The term laser mode is often used in different contexts with different meanings. In a normal Fabry Perot laser a large number of longitudinal modes arise by the constructive resonance of the full internal reflection between the facets. The intermodal spacing that can be measured as described above with a spectrometer, allows us to determine the optical length of the cavity, since λ02 / Δλ = 2 L n, being λ0 the lasing wavelenght, L the length of the cavity length and n the diffraction index of the cavity.
In the context of communication lasers, a very efficient suppression of the next side mode of the lasing wavelenght is required and very complex structures on the cavity are fabricated (Distributed Feedback Laser = DFB) to suppress the side modes. For communication lasers this type of “single-mode” is mandatory and refers to the emission of only one lasing wavelength.
Finally, the term laser mode is also used to depict the lateral modes, that are the lasing modes that build up due to the lateral dimensions of the waveguide. In cases when higher laser output power is required so-called multi-mode laser diodes are built that have a large lateral waveguide guiding. In this case the emission pattern is poor but the existence of multiple modes leads to a large optical power output overall.

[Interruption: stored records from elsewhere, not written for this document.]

@pytest.mark.parametrize("train, size", [("tide_office", (160, 50)),
                                         ("nineteen_year_drum", (160, 50)),
                                         ("moon_disc_59", (80, 24)), ("moon_disc_59", (160, 50))])
@sync
async def test_each_phase_disc_stands_over_its_caption(train, size):
    """Each disc centred over its caption ("train: phase", "true Moon"): on a wide panel the
    sky's disc stood flush left in its half, 16 cells left of "true Moon" at 160 x 50 (common
    practice, no source: a caption is centred under what it names)."""
    from tui.widgets import PhaseDiscs

    app = make_app(TRAINS / f"{train}.toml")
    async with app.run_test(size=size) as pilot:
        await pilot.pause()
        await pilot.pause()
        discs = app.screen.query(PhaseDiscs).first()
        lines = [s.text for s in discs._strips]
        caption = next(line for line in lines if "true Moon" in line)
        disc_rows = [line for line in lines if line.strip() and not any(
            c.isalpha() or c.isdigit() for c in line)]
        assert disc_rows, lines
        half = (len(caption) - 3) // 2  # two halves, a gap of 3 between
        for lo, hi, word in ((0, half, caption[:half].strip()),
                             (half + 3, len(caption), "true Moon")):
            cells = [i for row in disc_rows for i, c in enumerate(row) if lo <= i < hi
                     and c != " "]
            if not cells:  # a disc wholly dark in a theme's colours still has its cells
                continue
            mid_disc = (min(cells) + max(cells)) / 2
            start = caption.index(word, lo)
            mid_caption = start + (len(word) - 1) / 2
            assert abs(mid_disc - mid_caption) <= 1.5, (word, mid_disc, mid_caption, lines)
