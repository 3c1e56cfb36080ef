"""Mechanical checks: geometry against handbook formulas, loads, rules of thumb, the CLI."""

from __future__ import annotations

import json
import math
from fractions import Fraction
from pathlib import Path

import numpy as np
import pytest

from engine.checks import (
    DEFAULT_EFFICIENCY,
    UNDERCUT_TEETH,
    centre_distance_mm,
    check,
    pitch_diameter_mm,
    slot_speed_factors,
    undercut_shift,
)
from engine.cli import main
from engine.errors import TrainError
from engine.kinematics import slot_follower_turns, solve
from engine.loader import load_train, parse_train
from engine.toothform import cycloidal_wheel

HERE = Path(__file__).resolve().parent
TRAINS = HERE / "trains"
DEMO = HERE.parent / "engine" / "trains"
MM = 1e-9  # geometry is exact arithmetic on floats: agree to a nanometre
REL = 1e-12


def run_check(path, **kw):
    train = load_train(path)
    return check(train, solve(train), **kw)


def levels(report, level, item=None):
    return [f for f in report.findings if f.level == level and (item is None or f.item == item)]


def said(text: str, words: str) -> list:
    """The check's findings on train ``text`` whose message holds ``words``."""
    train = parse_train(text, "t.toml")
    return [f for f in check(train, solve(train)).findings if words in f.message]


def header(crank: str) -> str:
    return (f'[crank]\narbor = "{crank}"\ndays_per_turn = 1\n[epoch]\ndate = "2026-01-01"\n'
            'set = "angles"\n')


# --- handbook geometry ---------------------------------------------------------------------

def test_pitch_and_centre_distance_handbook_examples():
    # Standard spur-gear formulas d = m z, a = m (z1 + z2) / 2 (ISO 21771 notation, any
    # machinery handbook); worked examples from memory.
    assert pitch_diameter_mm(3, 20) == pytest.approx(60, abs=MM)
    assert pitch_diameter_mm(3, 40) == pytest.approx(120, abs=MM)
    assert centre_distance_mm(3, 20, 40) == pytest.approx(90, abs=MM)
    # Internal pair: a = m (z_ring - z_pinion) / 2; m = 2, ring 60, pinion 20 -> 40 mm.
    assert centre_distance_mm(2, 60, 20, internal=True) == pytest.approx(40, abs=MM)
    assert centre_distance_mm(2, 20, 60, internal=True) == pytest.approx(40, abs=MM)


def test_report_rows_carry_the_handbook_numbers():
    text = header("drive") + """
[arbors.drive]
wheels = { small = 20 }
[arbors.big]
wheels = { large = 40 }
[arbors.ring]
wheels = { ring_teeth = 60, ring_pinion = 20 }
[arbors.inner]
wheels = { inner = 20 }
[[meshes]]
wheels = ["small", "large"]
module_mm = 3
[[meshes]]
wheels = ["large", "ring_pinion"]
module_mm = 3
[[meshes]]
wheels = ["ring_teeth", "inner"]
ring = "ring_teeth"
module_mm = 2
[pointers.hand]
shows = "sun"
arbor = "inner"
set_deg = 0
"""
    train = parse_train(text, "handbook.toml")
    report = check(train, solve(train))
    m1, _, m3 = report.meshes
    assert (m1.driver_pitch_mm, m1.driven_pitch_mm) == pytest.approx((60, 120), abs=MM)
    assert m1.centre_mm == pytest.approx(90, abs=MM)
    assert m3.internal and m3.centre_mm == pytest.approx(40, abs=MM)
    assert m3.reference == "frame"


def test_undercut_limit_standard_geometry():
    # z_min = 2 / sin²(20°) = 17.097... (standard involute geometry, addendum 1 m).
    assert UNDERCUT_TEETH == pytest.approx(17.097, abs=1e-3)
    # Least profile shift x = 1 - z sin²α / 2: zero at z_min, 0.12 or so at 15 teeth.
    assert undercut_shift(17) == pytest.approx(1 - 17 / UNDERCUT_TEETH, abs=REL)
    assert undercut_shift(round(UNDERCUT_TEETH)) == pytest.approx(0.0, abs=0.01)


# --- shared axes ---------------------------------------------------------------------------

def test_nineteen_year_drum_returns_to_its_axis():
    # 127 + 38 = 132 + 33 = 165 at module 0.8: both meshes 66 mm between the same two axes.
    report = run_check(DEMO / "nineteen_year_drum.toml")
    assert not levels(report, "error")
    assert [m.centre_mm for m in report.meshes] == pytest.approx([66, 66], abs=MM)


def test_coaxial_mismatch_reports_mm_and_the_tooth_fix():
    report = run_check(TRAINS / "coaxial_mismatch.toml")
    (err,) = levels(report, "error")
    assert err.item.startswith("mesh 2")
    assert "mesh 1" in err.message and "0.4 mm" in err.message
    assert "'moon_pinion' 34 teeth" in err.fix  # 131 + 34 = 165 = 127 + 38
    assert "0.8049 mm" in err.fix               # or a module keeping the ratio: 2·66/164


def test_all_demo_trains_have_no_geometry_errors():
    for path in sorted(DEMO.glob("*.toml")):
        assert not levels(run_check(path), "error"), path.name


def test_wheel_at_two_modules_is_an_error():
    report = run_check(TRAINS / "two_modules.toml")
    (err,) = levels(report, "error")
    assert "'idler'" in err.message and "module 1" in err.message


# --- positions and overlaps ----------------------------------------------------------------

def test_position_mismatch():
    report = run_check(TRAINS / "position_mismatch.toml")
    (err,) = levels(report, "error")
    assert "30.5 mm" in err.message and "0.5 mm too far" in err.message
    assert "[30.0, 0.0]" in err.fix and "'forty' 41 teeth" in err.fix


def test_overlaps_axis_and_wheel():
    report = run_check(TRAINS / "overlap.toml")
    warns = levels(report, "warning", "wheel 'sixty'")
    texts = " | ".join(f.message for f in warns)
    assert "reaches over the axis of 'small', 11 mm" in texts
    assert "overlaps that of 'ten'" in texts and "26 mm" in texts  # 31 + 6 - 11
    # Wheels on arbors that mesh with each other are taken to be in separate planes.
    assert not any("'forty'" in f.message for f in warns)


def test_overlap_advice_never_asks_for_fewer_than_one_tooth(tmp_path):
    """A module written 60 for 0.6 (a unit slip) makes a 14-leaf pinion's tip 468 mm out, over
    the axis of an arbor 24 mm away: the advice said "make 'moon_s1_driver' at most -1 teeth";
    a count under one is no advice, so only the other remedies are given."""
    hall = tmp_path / "hall.toml"
    hall.write_text(HALL_M60)
    warns = [f for f in run_check(hall).findings
             if f.level == "warning" and "reaches over the axis" in f.message]
    assert warns and all("at most -" not in f.fix and "at most 0 " not in f.fix for f in warns)
    assert all("end '" in f.fix and "part the axes" in f.fix for f in warns)


HALL_M60 = """
[crank]
arbor = "hour"
days_per_turn = "1/2"
[epoch]
date = "2026-01-01"
[arbors.hour]
wheels = { moon_p = 14, year_p = 8 }
[arbors.moon_a1]
wheels = { moon_w = 66 }
[arbors.year_a1]
wheels = { year_w = 88 }
[[meshes]]
wheels = ["moon_p", "moon_w"]
module_mm = 60
[[meshes]]
wheels = ["year_p", "year_w"]
module_mm = 0.5
[pointers.moon]
shows = "phase"
arbor = "moon_a1"
per_turn = 2
"""


def test_overlap_takes_the_tip_of_the_tooth_form():
    """A cycloidal clock wheel stands about 1.38 modules above its pitch circle against 8
    leaves (the wheel addendum of engine.toothform, BS 978-2 from memory), more than the
    involute 1 module the overlap check once took for every wheel: two 60-tooth wheels
    62.5 mm apart foul when cut cycloidal (the default), not when cut involute."""
    theta = 2 * math.asin(62.5 / 2 / 34)
    c = [round(34 * math.cos(theta), 6), round(34 * math.sin(theta), 6)]
    text = header("a") + f"""
[arbors.a]
wheels = {{ pa = 8, qa = 8 }}
at_mm = [0.0, 0.0]
[arbors.b]
wheels = {{ wb = 60 }}
at_mm = [34.0, 0.0]
[arbors.c]
wheels = {{ wc = 60 }}
at_mm = {c}
[[meshes]]
wheels = ["pa", "wb"]
module_mm = 1.0
[[meshes]]
wheels = ["qa", "wc"]
module_mm = 1.0
[pointers.hand]
shows = "sun"
arbor = "b"
reversed = true
set_deg = 0
"""
    tip = cycloidal_wheel(60, 1.0, 8).tip_radius_mm
    assert 2 * tip - 62.5 > 0.2 and 62.5 - 2 * 31.0 > 0.2  # the forms differ by more than a hair
    for shop, fouls in (("", True), ('[workshop]\ntooth_form = "involute"\n', False)):
        assert bool(said(text + shop, "overlaps that of 'wc'")) == fouls, shop
        assert not said(text + shop, "reaches over")


FORCED = header("a") + """
[arbors.a]
wheels = { pa = 10 }
[arbors.b]
wheels = { wb = 73, pb = 8 }
[arbors.c]
wheels = { wc = 50 }
[[meshes]]
wheels = ["pa", "wb"]
module_mm = 0.5
[[meshes]]
wheels = ["pb", "wc"]
module_mm = 0.6
[pointers.hand]
shows = "sun"
arbor = "c"
set_deg = 0
"""


def test_tip_over_an_axis_a_mesh_holds_is_found_without_positions():
    """A compound arbor whose great wheel is wider than the distance to the next arbor: 73
    teeth at module 0.5 stand over 18.25 mm from their axis, the 8/50 mesh at module 0.6
    holds the next axis 0.6 × 58 / 2 = 17.4 mm away (a = m (z1 + z2) / 2, standard spur-gear
    geometry: common practice, no source), so the wheel reaches over that arbor wherever the axes are put; no at_mm is
    needed to know it."""
    warns = said(FORCED, "reaches over")
    assert len(warns) == 1
    (w,) = warns
    assert w.item == "wheel 'wb'" and "axis of 'c', 17.4 mm" in w.message
    assert "mesh 2 (pb–wc)" in w.message and "end 'c' short" in w.fix
    assert "part the axes" in w.fix  # moving one axis alone cannot help: a mesh holds it
    # With both axes placed the measured check speaks, once.
    placed = FORCED.replace("[arbors.b]\n", "[arbors.b]\nat_mm = [0, 0]\n").replace(
        "[arbors.c]\n", "[arbors.c]\nat_mm = [17.4, 0]\n")
    warns = said(placed, "reaches over")
    assert len(warns) == 1 and "move 'c'" in warns[0].fix
    # A wheel within the distance says nothing.
    assert not said(FORCED.replace("wb = 73", "wb = 60"), "reaches over")


# --- speeds, torques, step-up --------------------------------------------------------------

CHAIN = header("a") + """
[arbors.a]
wheels = { pa = 10 }
[arbors.b]
wheels = { wb = 50, pb = 10 }
[arbors.c]
wheels = { wc = 40 }
[[meshes]]
wheels = ["pa", "wb"]
module_mm = 0.5
[[meshes]]
wheels = ["pb", "wc"]
module_mm = 0.5
[pointers.hand]
shows = "sun"
arbor = "c"
set_deg = 0
"""


@pytest.mark.parametrize("eff", [None, 0.9])
def test_torque_is_inverse_speed_ratio_times_efficiencies(eff):
    train = parse_train(CHAIN, "chain.toml")
    report = check(train, solve(train), efficiency=eff, crank_rpm=30)
    e = DEFAULT_EFFICIENCY if eff is None else eff
    arb = {a.name: a for a in report.arbors}
    # Virtual work: 1/|speed ratio|; losses: the product of the stage efficiencies.
    assert arb["b"].turns_per_crank == Fraction(-1, 5)
    assert arb["c"].turns_per_crank == Fraction(1, 20)
    assert arb["b"].torque_ideal == pytest.approx(5, rel=REL)
    assert arb["c"].torque_ideal == pytest.approx(20, rel=REL)
    assert arb["b"].torque == pytest.approx(5 * e, rel=REL)
    assert arb["c"].torque == pytest.approx(20 * e * e, rel=REL)
    assert arb["c"].rpm_max == pytest.approx(30 / 20, rel=REL)
    assert arb["c"].turns_per_year == pytest.approx(365.242189 / 20, rel=1e-8)
    assert arb["b"].direction == "against the crank" and arb["c"].direction == "with the crank"
    assert not any(a.step_up for a in report.arbors)
    # Tooth force on pa: 2 T / d = 2 · 1 N·m / 5 mm = 400 N per N·m at the crank.
    assert report.meshes[0].tooth_force_n == pytest.approx(400, rel=REL)


def test_step_up_flags():
    report = run_check(TRAINS / "step_up.toml")
    arb = {a.name: a for a in report.arbors}
    assert arb["middle"].step_up and arb["fast"].step_up and not arb["drive"].step_up
    assert arb["fast"].turns_per_crank == 36
    assert all(m.step_up for m in report.meshes)
    assert len([f for f in levels(report, "note") if "step-up stage" in f.message]) == 2
    (fast,) = levels(report, "warning", "[arbors.fast]")
    assert "36 times" in fast.message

The vertical confinement in edge-emitting lasers is achieved with cladding layers that are deposited together with the heterojunction and therefore are very efficient in creating a very small vertical lateral mode. To create a tight horizontal lateral mode in an edge emitting laser the methods of current guiding through electrode patterning and other such as index guiding are somewhat more elaborate but sometimes unavoidable to create a lateral single mode also in the plane perpendicular to the P/N junction. Sometimes these lasers are referred to as a single-mode too, while here not the wavelength is meant, but a confined Gaussian far field.